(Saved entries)
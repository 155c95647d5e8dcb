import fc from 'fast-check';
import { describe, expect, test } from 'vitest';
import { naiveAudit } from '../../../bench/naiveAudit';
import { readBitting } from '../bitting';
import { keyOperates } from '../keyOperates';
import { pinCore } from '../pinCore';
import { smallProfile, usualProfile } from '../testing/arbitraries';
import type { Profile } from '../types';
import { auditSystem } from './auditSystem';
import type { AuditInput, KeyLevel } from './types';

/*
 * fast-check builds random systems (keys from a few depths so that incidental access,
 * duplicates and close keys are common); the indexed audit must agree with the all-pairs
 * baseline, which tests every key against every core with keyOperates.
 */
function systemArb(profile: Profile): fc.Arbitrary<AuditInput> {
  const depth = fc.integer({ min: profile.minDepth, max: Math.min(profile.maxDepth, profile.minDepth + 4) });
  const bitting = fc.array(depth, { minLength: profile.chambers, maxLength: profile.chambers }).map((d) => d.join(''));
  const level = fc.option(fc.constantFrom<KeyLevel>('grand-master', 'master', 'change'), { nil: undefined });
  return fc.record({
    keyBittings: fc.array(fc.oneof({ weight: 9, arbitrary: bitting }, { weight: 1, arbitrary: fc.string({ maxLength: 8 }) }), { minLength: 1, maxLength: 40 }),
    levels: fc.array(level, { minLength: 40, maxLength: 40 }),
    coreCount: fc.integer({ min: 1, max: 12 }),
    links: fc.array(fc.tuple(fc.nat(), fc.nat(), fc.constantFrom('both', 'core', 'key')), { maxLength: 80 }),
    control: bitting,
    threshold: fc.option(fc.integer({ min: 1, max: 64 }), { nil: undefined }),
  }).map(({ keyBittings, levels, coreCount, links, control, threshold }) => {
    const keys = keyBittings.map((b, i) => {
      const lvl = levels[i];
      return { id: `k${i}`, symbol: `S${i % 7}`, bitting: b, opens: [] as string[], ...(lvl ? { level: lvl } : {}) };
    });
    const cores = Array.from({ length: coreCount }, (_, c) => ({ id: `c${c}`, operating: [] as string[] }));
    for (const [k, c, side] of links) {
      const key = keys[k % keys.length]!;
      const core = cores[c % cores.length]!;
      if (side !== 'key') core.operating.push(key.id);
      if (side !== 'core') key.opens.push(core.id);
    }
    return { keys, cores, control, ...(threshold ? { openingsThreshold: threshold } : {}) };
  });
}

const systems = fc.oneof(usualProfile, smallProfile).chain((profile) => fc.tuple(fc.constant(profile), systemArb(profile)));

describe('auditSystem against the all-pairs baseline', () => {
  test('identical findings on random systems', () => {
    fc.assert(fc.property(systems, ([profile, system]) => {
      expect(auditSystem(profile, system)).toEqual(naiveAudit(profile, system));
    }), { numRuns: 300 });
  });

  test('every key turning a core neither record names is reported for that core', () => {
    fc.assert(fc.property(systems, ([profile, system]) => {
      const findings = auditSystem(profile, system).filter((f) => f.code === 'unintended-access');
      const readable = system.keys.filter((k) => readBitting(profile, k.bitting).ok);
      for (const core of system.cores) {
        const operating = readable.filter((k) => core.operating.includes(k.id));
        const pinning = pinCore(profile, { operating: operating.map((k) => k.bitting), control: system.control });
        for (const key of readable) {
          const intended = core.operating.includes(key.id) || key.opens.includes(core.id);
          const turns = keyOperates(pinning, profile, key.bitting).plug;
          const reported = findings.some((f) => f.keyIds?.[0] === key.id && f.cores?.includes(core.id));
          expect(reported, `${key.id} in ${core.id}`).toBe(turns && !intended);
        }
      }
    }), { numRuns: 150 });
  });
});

**Your objective**
Retype the portion of the data above that starts on the line with "for (const [k, c, side]" and finishes on the line with "const turns = keyOperates(pinning, profile, key.bitting).plug;", including both of those lines.

**Response to this exercise**
    for (const [k, c, side] of links) {
      const key = keys[k % keys.length]!;
      const core = cores[c % cores.length]!;
      if (side !== 'key') core.operating.push(key.id);
      if (side !== 'core') key.opens.push(core.id);
    }
    return { keys, cores, control, ...(threshold ? { openingsThreshold: threshold } : {}) };
  });
}

const systems = fc.oneof(usualProfile, smallProfile).chain((profile) => fc.tuple(fc.constant(profile), systemArb(profile)));

describe('auditSystem against the all-pairs baseline', () => {
  test('identical findings on random systems', () => {
    fc.assert(fc.property(systems, ([profile, system]) => {
      expect(auditSystem(profile, system)).toEqual(naiveAudit(profile, system));
    }), { numRuns: 300 });
  });

  test('every key turning a core neither record names is reported for that core', () => {
    fc.assert(fc.property(systems, ([profile, system]) => {
      const findings = auditSystem(profile, system).filter((f) => f.code === 'unintended-access');
      const readable = system.keys.filter((k) => readBitting(profile, k.bitting).ok);
      for (const core of system.cores) {
        const operating = readable.filter((k) => core.operating.includes(k.id));
        const pinning = pinCore(profile, { operating: operating.map((k) => k.bitting), control: system.control });
        for (const key of readable) {
          const intended = core.operating.includes(key.id) || key.opens.includes(core.id);
          const turns = keyOperates(pinning, profile, key.bitting).plug;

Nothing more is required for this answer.